When you enter a set of keywords into Google, the search engine attempts to find all the pages that it can which contain those keywords, and return a set of results ordered based upon a combination of relevance and importance scores. But it’s possible that many of the pages that could possibly be returned in response to such a search may not be very good matches for a topic related to the query terms used, or may be spam pages.
According to a Google patent filed in 2006 and granted today, around 90 percent of web pages that could be returned for topics such as computer games, movies, and music are spam pages, which exist only to “misdirect traffic from search engines.” The patent tells us that those pages are usually unrelated to those “topics of interest” and try to get a visitor to purchase things such as pornography, software, or financial services.
The patent presents an automated process that might be used by the search engine to classify documents based in part upon user-behavior data, to help weed out web spam.
There are multiple steps behind this process, but it begins with identifying a number of “seed” queries related to a specific topic. The queries are searched upon at the search engine, and the pages appearing as results of those queries are analyzed for common features.
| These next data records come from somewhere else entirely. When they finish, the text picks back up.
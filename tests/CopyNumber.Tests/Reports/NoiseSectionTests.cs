using System.Globalization;
using CopyNumber.Tests.Cli;
using CopyNumber.Tests.Ensembles;

namespace CopyNumber.Tests.Reports;

/// <summary>
/// The contrast report's noise section (issue 13: "the report says how much of each quantity's variance is
/// intrinsic, extrinsic ..., with errors"), run through the real command line. Immigration–death with a
/// gamma-distributed immigration rate k (mean m, CV c) from X(0) = 0: given k, X(t) is Poisson with mean
/// k·u, u = (1 − e^(−dt))/d (Bailey 1964, quoted from memory), so by the law of total variance the squared
/// CV splits into the intrinsic part 1/⟨x⟩ and the extrinsic part c² (Swain, Elowitz &amp; Siggia 2002,
/// PNAS 99:12795; common practice). The exact values are computed here.
/// </summary>
public sealed class NoiseSectionTests
{
    private const double Mean = ExtrinsicVariabilityTests.Mean, Cv = ExtrinsicVariabilityTests.Cv, Death = ExtrinsicVariabilityTests.Death, Until = ExtrinsicVariabilityTests.Until;

    [Fact]
    public void The_report_splits_the_noise_into_its_exact_intrinsic_and_extrinsic_parts_within_the_errors_it_prints()
    {
        var folder = Path.Combine(Path.GetTempPath(), $"copynumber-noise-{Guid.NewGuid():N}");
        Directory.CreateDirectory(folder);
        var model = Path.Combine(folder, "varying_immigration.cnet");
        File.WriteAllText(model, ExtrinsicVariabilityTests.ModelText);
        try
        {
            var run = CliRun.Of("simulate", model, "--until", "4", "--every", "2", "--replicates", "16000", "--seed", "2002", "--out", Path.Combine(folder, "run"));
            Assert.True(run.ExitCode == 0, run.Error);
            var report = File.ReadAllText(Path.Combine(folder, "run", "report.md"));
            Assert.Contains("## Noise: intrinsic and extrinsic", report);
            var row = report.Split('\n').Single(l => l.StartsWith("| X | 4 |", StringComparison.Ordinal));
            var cells = row.Split('|', StringSplitOptions.TrimEntries)[1..^1];
            var (intrinsic, intrinsicSe) = ValueAndError(cells[4]);
            var (extrinsic, extrinsicSe) = ValueAndError(cells[5]);
            var x = Mean * (1 - Math.Exp(-Death * Until)) / Death;
            // Five printed standard errors: a false failure has probability below 10⁻⁶ per part (normal tail).
            Assert.True(Math.Abs(intrinsic - 1 / x) <= 5 * intrinsicSe, $"intrinsic CV² {intrinsic} ± {intrinsicSe}, exact {1 / x}");
            Assert.True(Math.Abs(extrinsic - Cv * Cv) <= 5 * extrinsicSe, $"extrinsic CV² {extrinsic} ± {extrinsicSe}, exact {Cv * Cv}");
            // The errors are small enough for the check to mean something: each part resolved to 20%.
            Assert.True(intrinsicSe < 0.2 / x && extrinsicSe < 0.2 * Cv * Cv, row);
            var share = double.Parse(cells[6].Replace("\\", "", StringComparison.Ordinal).TrimEnd('%'), CultureInfo.InvariantCulture) / 100;
            Assert.InRange(share, 0.6, 0.95); // exact c²/(1/x + c²) = 0.83
            Assert.Contains("noise-split.png", report);
        }
        finally
        {
            Directory.Delete(folder, recursive: true);
        }
    }

    // "0.2513 ± 0.0112", with the Markdown escapes of the report removed.
    private static (double Value, double Error) ValueAndError(string cell)
    {
        var parts = cell.Replace("\\", "", StringComparison.Ordinal).Split('±', StringSplitOptions.TrimEntries);
        return (double.Parse(parts[0], CultureInfo.InvariantCulture), double.Parse(parts[1], CultureInfo.InvariantCulture));
    }
}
For instance, the words that appear within a certain top number of those documents might be analyzed to see how often certain n-grams, or combinations of words appear within them. An “n-gram” might be consecutive combinations of words of different lengths, such as bi-grams, or two word combinations, or tri-grams consisting of three word combinations, or larger combinations. These combinations of words, taken from a phrase on a page such as “The quick brown fox jumps over the lazy dog,” might appear like the following, as an example of tri-grams:
- The quick brown
- quick brown fox
- brown fox jumps
- fox jumps over
- jumps over the
- over the lazy
- the lazy dog
Another feature of words upon pages might look at something like how frequently specific words might appear on a page compared to how frequently those words appear on other pages on the web that contain the same word or words.
Those and similar types of features might be used to classify web pages based upon the words that appear within them, and to annotate those documents so that classification information is associated with them.
The topic information for the queries used is compared to the classification information for the pages that appear within the search results, to attempt to determine whether a page is.
- Related to the specific topic
- A spam document
- Not related to the specific topic or is off-topic
While some pages may contain the keywords used in a query, that doesn’t necessarily mean that those pages are on the same topic as the query itself. Because of that, the patent tells us that user input might also be considered, such as looking at:
Click-through rates – how often certain pages are selected in search results in response to a query compared to how often those pages are shown in response to that query.
Click durations – The amount of time that someone remains on a given page when visiting that page after finding it in search results.
Other unnamed associated navigational operations, may also be used to determine whether or not pages should be associated with the classifications given to documents based upon user-behavior.
This combination of classification based upon topics, and click information can be used to determine whether pages are on topic, or may be off topic, and/or spam. On topic documents might be boosted in search results, while off topic or spam pages might be lowered in rankings or removed from those search results.
The patent is:
Method and apparatus for classifying documents based on user inputs
Invented by Jun Wu, Zhengzhu Feng, Quji Guo, and Zhe Qian
Assigned to Google
United States Patent 7,769,751
Granted August 3, 2010
Filed January 17, 2006
One embodiment of the present invention provides a system that automatically classifies documents (such as web pages) based on user inputs. During operation, the system obtains a “classified” set of documents which are classified as relating to a specific topic. The system also obtains queries related to the specific topic. These queries produce “query results” which enable the user to access documents related to the query.
The queries also include “click information” which specifies how one or more users have accessed the query results. The system uses this click information to identify documents in the classified set of documents which are not related to the specific topic or are off-topic. If such documents are identified, the system shifts the identified documents so that they are regarded as off-topic and/or spam, and removes the identified documents from the classified set of documents.
This patent was originally filed in 2006, and while it describes one way that Google might attempt to identify whether or not pages which appear in search results or either spam, or are unrelated to the topic behind a set of query terms, it likely isn’t the only approach that Google may have found to try to filter out web spam.
Another approach to identify spam pages that the search engine could possibly use is described as part of Google’s Phrased-Based Indexing process, which I wrote about back in 2006, in Phrase Based Information Retrieval and Spam Detection. The process detailed in the patent behind that post doesn’t include a look at user-behavior data such as the click throughs and click duration mentioned in this patent, but it’s possible that it could.
Unfortunately, there’s still plenty of web spam to be found in search results, but it’s possible that approaches like the one described in this patent have been effective in filtering out some of the spam that we’ve seen in the past by combining the use of classification of pages and queries with user-behavior data. Google’s Matt Cutts, the head of their web spam team recently asked the visitors of his blog to identify web spam projects that they would like to see Google tackle over the next year.
Given the large number of responses to Matt Cutts, and the wide variety of problems identified as web spam within those responses, it’s pretty clear that the problem of web spam is far from being solved, and that the definition of web spam may be expanding to include content on web pages that may be relevant to a topic but of fairly low quality.